What specific results are you trying to achieve by putting the dog on a table? I think that table work can be very effective with the right trainer and the right dog BUT if your dog isn't comfortable there then there isn't any reason to force the issue IMO


----------



## Dave Colborn (Mar 25, 2009)

Thomas Barriano said:


> Frank,
> 
> What specific results are you trying to achieve by putting the dog on a table? I think that table work can be very effective with the right trainer and the right dog BUT if your dog isn't comfortable there then there isn't any reason to force the issue IMO


You missed the point


----------



## Thomas Barriano (Mar 27, 2006)

That's your opinion Dave. I don't think every dog needs to be worked on a platform especially if a "table expert" isn't doing the training. There is more bad table work then good table work.


----------



## Kevin Cyr (Dec 28, 2012)

FRANK PORT said:


> Hi
> My year and a half GSD will not go for a bite when he is on a raised platform or plank. He is not skitish about heights. Since he was a very young pup, he has been playing on platforms, climbing over obstacles to walk/run on the same planks and platforms.
> When the decoy aggitates, the dog doesn't hesitate to get on the raised platform, but then shuts down, even if the decoy initiates a fight. Over the weekend we tried this exercise with other dogs, and I was suprised how many did exactly like mine (even a Sch 111 wouldn't bite). Dogs with crazy high drive like my mali had no problem.
> I would appreciate any help in how I can overcome this situation.
> ...


affix the dog to a platform or table and ignore him for a while and work some other dogs, try again later... there are too many variable to even get into here or assume


----------



## Dave Colborn (Mar 25, 2009)

Thomas Barriano said:


> That's your opinion Dave. I don't think every dog needs to be worked on a platform especially if a "table expert" isn't doing the training. There is more bad table work then good table work.


 
You are substituting table for platform. Picture a bad guy in a warehouse raised up in the air five feet on a platform. The dog won't engage up high, not OP want's to do table training....

I 

You missed the point. hence, my saying you missed the point. If I missed the point, maybe the OP will point it out, because he said platform or plank. IE biting on unstable footing not working on a table.


----------



## Connie Sutherland (Mar 27, 2006)

Dave Colborn said:


> You are substituting table for platform. Picture a bad guy in a warehouse raised up in the air five feet on a platform.

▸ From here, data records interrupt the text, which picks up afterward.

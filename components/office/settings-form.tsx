"use client";

import { zodResolver } from "@/lib/client/zod-resolver";
import { useMutation, useQueryClient } from "@tanstack/react-query";
import { useRouter } from "next/navigation";
import { useState } from "react";
import { get, useForm, useWatch, type FieldErrors, type Path, type UseFormRegister } from "react-hook-form";
import { describedBy, Field } from "@/components/ui/field";
import { Notice } from "@/components/ui/notice";
import { bandKinds } from "@/lib/engine/bands/band";
import { checklistCategories, ruleCategory } from "@/lib/engine/checklist/rules";
import type { SettingsSnapshot } from "@/lib/server/services/settings";
import { coveredWording, exclusionWording, settingsFormSchema, type SettingsFormValues } from "@/lib/validation/office";
import { coveredWordingKeys, exclusionCodes } from "@/lib/engine/warranty/exclusions";
import { leakageCeilings } from "@/lib/engine/verdicts/tolerances";
import { ApiError, officeFetch } from "@/lib/client/office-api";
import { formatWhen } from "./format";
import { BAND_KIND_LABEL, CATEGORY_LABEL, RULE_LABEL } from "./labels";
import { officeKeys } from "@/lib/client/office-query-keys";

type Errors = FieldErrors<SettingsFormValues>;

function errorAt(errors: Errors, name: string): string | undefined {
  const e = get(errors, name) as { message?: string } | undefined;
  return e?.message;
}

// One labelled input wired to its hint and error.
function TextField({
  name,
  label,
  hint,
  register,
  errors,
  suffix,
  prefix,
  type = "text",
  inputMode,
  number,
  className = "",
  list,
}: {
  name: Path<SettingsFormValues>;
  label: string;
  hint?: string;
  register: UseFormRegister<SettingsFormValues>;
  errors: Errors;
  suffix?: string;
  prefix?: string;
  type?: string;
  inputMode?: "decimal" | "numeric" | "email" | "tel";
  number?: boolean;
  className?: string;
  /** Id of a datalist of suggestions. */
  list?: string;
}) {
  const id = `f-${name.replaceAll(".", "-")}`;
  const error = errorAt(errors, name);
  return (
    <Field id={id} label={label} error={error} hint={hint} className={className}>
      <div className="flex items-center gap-2">
        {prefix ? <span className="figure mt-1 text-sm text-bakelite-soft">{prefix}</span> : null}
        <input
          id={id}
          type={type}
          step={type === "number" ? "any" : undefined}
          inputMode={inputMode}
          list={list}
          className={`field-input ${number || inputMode === "decimal" ? "figure" : ""}`}
          aria-invalid={!!error}
          aria-describedby={describedBy(id, { error, hint })}
          {...register(name, number ? { valueAsNumber: true } : {})}
        />
        {suffix ? <span className="mt-1 whitespace-nowrap text-sm text-bakelite-soft">{suffix}</span> : null}
      </div>
    </Field>
  );
}

function TextArea({
  name,
  label,
  hint,
  register,
  errors,
  rows = 3,
}: {
  name: Path<SettingsFormValues>;
  label: string;
  hint?: string;
  register: UseFormRegister<SettingsFormValues>;
  errors: Errors;
  rows?: number;
}) {
  const id = `f-${name.replaceAll(".", "-")}`;
  const error = errorAt(errors, name);
  return (
    <Field id={id} label={label} error={error} hint={hint}>
      <textarea
        id={id}
        rows={rows}
        className="field-input"
        aria-invalid={!!error}
        aria-describedby={describedBy(id, { error, hint })}
        {...register(name)}
      />
    </Field>
  );
}

// A number cell in a dense table: the label is the row and column, read out by screen readers.
function CellInput({
  name,
  label,
  register,
  errors,
  step = "any",
}: {
  name: Path<SettingsFormValues>;
  label: string;
  register: UseFormRegister<SettingsFormValues>;
  errors: Errors;
  step?: string;
}) {
  const id = `f-${name.replaceAll(".", "-")}`;
  const error = errorAt(errors, name);
  return (
    <>
      <label htmlFor={id} className="sr-only">
        {label}
      </label>
      <input
        id={id}
        type="number"
        step={step}
        className="figure w-24 rounded-card border border-bakelite-muted bg-white px-2 py-1 text-right"
        aria-invalid={!!error}
        aria-describedby={error ? `${id}-error` : undefined}
        {...register(name, { valueAsNumber: true })}
      />
      {error ? (
        <p id={`${id}-error`} className="field-error" role="alert">
          {error}
        </p>
      ) : null}
    </>
  );
}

The dog won't engage up high, not OP want's to do table training....
> 
> I
> 
> You missed the point. hence, my saying you missed the point. If I missed the point, maybe the OP will point it out, because he said platform or plank. IE biting on unstable footing not working on a table.


I had the same thought Thomas did until I went back and re-read.



_
"If I missed the point, maybe the OP will point it out, because he said platform or plank."_

I'm sure Frank will clarify.


----------



## FRANK PORT (Jul 29, 2011)

Three training excercises we tried recently and Roc failed at each. 
1. We were training inside a warehouse a few weeks ago and I tried to simulate a burglary.
I had my dog find the bad guy who was hiding on shelving 4-5ft off the ground. We found the perpetrator and I gave Roc the command to go, which he did and jumped onto the shelving, but froze once he was up there. The shelving platform was 4' wide and very solid ( real deal shelving like in homedepot), so I was shocked he wouldn't engage. This same dog has no problem playing around jumping from scaffold to scaffold.
2. The second scenario was just to see if he would engage a decoy after he goes across a 12' x12" plank that is 5' high. He has walked, sat, layed down and ran over this same plank since he was a pup. I gave the command, he *ran* right across the plank, but wanted nothing to do with the decoy. At one point he tried to run under the decoy to get to the stairs to get down.
3. The last scenario we had a pickup truck that had a bad guy hiding, laying down in the bed. I gave the command and Roc jumped up into the bed and bit, but with no confidence. He only used the front teeth and you could see him looking all around. I even jumped in to work as a team, but it didn't get better. 
It should be noted the same schutzhund 111 dog failed also at all three exercises. 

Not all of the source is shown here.